PROBLEM STATEMENT:
What lines in the records below include the word "uncut"? Return each one.
INFORMATION PROVIDED Block Start
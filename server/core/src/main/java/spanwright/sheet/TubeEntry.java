package spanwright.sheet;

import java.util.HashMap;
import java.util.HashSet;
import java.util.List;
import java.util.Map;
import java.util.Set;
import java.util.TreeSet;
import spanwright.journal.Change;
import spanwright.plant.FiberRange;
import spanwright.plant.Pass;
import spanwright.records.RecordsView;
import spanwright.records.Relation;
import spanwright.splicing.EndCondition;
import spanwright.splicing.EndKey;
import spanwright.splicing.EndRange;
import spanwright.splicing.LegKind;

/** Enters which fibers are cut: those in a state that only a cut end has, and those whose joint was taken apart. */
final class TubeEntry {

    private final SheetEntry sheet;
    private final Map<Integer, Set<Integer>> cut = new HashMap<>();
    private final Map<Integer, Set<Integer>> uncut = new HashMap<>();
    private final Map<Integer, TextPlace> places = new HashMap<>();

    TubeEntry(SheetEntry sheet, List<Statement> statements, Map<Long, TextPlace> freed) {
        this.sheet = sheet;
        freed.forEach((key, place) -> note(cut, key, place));
        for (Statement statement : statements) {
            if (statement instanceof Statement.States states) {
                boolean through = states.condition() == EndCondition.THROUGH;
                EndRange range = states.range();
                for (int index = 0; index < range.count(); index++) {
                    note(through ? uncut : cut, range.key(index), states.place());
                }
            }
        }
    }

    private void note(Map<Integer, Set<Integer>> fibers, long key, TextPlace place) {
        if (EndKey.kind(key) == LegKind.BACK || EndKey.kind(key) == LegKind.AHEAD) {
            fibers.computeIfAbsent(EndKey.owner(key), row -> new HashSet<>()).add(EndKey.number(key));
            places.putIfAbsent(EndKey.owner(key), place);
        }
    }

    void enter() {
        RecordsView records = sheet.editor().records();
        List<Pass> passes = records.passes()
                .owned(Relation.ENCLOSURE_PASSES, sheet.enclosure())
                .toList();
        EnclosureLegs legs = new EnclosureLegs(records, sheet.enclosure());
        for (Pass pass : passes) {
            boolean middle = legs.list().stream().anyMatch(leg -> leg.row().id() == pass.runRow() && leg.middle());
            TextPlace place = places.get(pass.runRow());
            if (middle && place != null) {
                enter(pass, place);
            }
        }
    }

    private void enter(Pass pass, TextPlace place) {
        Set<Integer> opened = new TreeSet<>();
        for (FiberRange range : pass.opened()) {
            for (int index = 0; index < range.count(); index++) {
                opened.add(range.at(index));
            }
        }
        Set<Integer> before = new TreeSet<>(opened);
        opened.removeAll(uncut.getOrDefault(pass.runRow(), Set.of()));
        opened.addAll(cut.getOrDefault(pass.runRow(), Set.of()));
        if (!opened.equals(before)) {
            List<FiberRange> ranges = FiberRange.listOf(opened.stream().mapToInt(Integer::intValue));
            Pass after = new Pass(pass.id(), pass.enclosure(), pass.cable(), pass.runRow(), ranges, pass.tubesOpened());
            sheet.apply(place, Change.replace(pass, after));
        }
    }
}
INFORMATION PROVIDED Block End
WORKED SOLUTION:
    private final Map<Integer, Set<Integer>> uncut = new HashMap<>();
                    note(through ? uncut : cut, range.key(index), states.place());
        opened.removeAll(uncut.getOrDefault(pass.runRow(), Set.of()));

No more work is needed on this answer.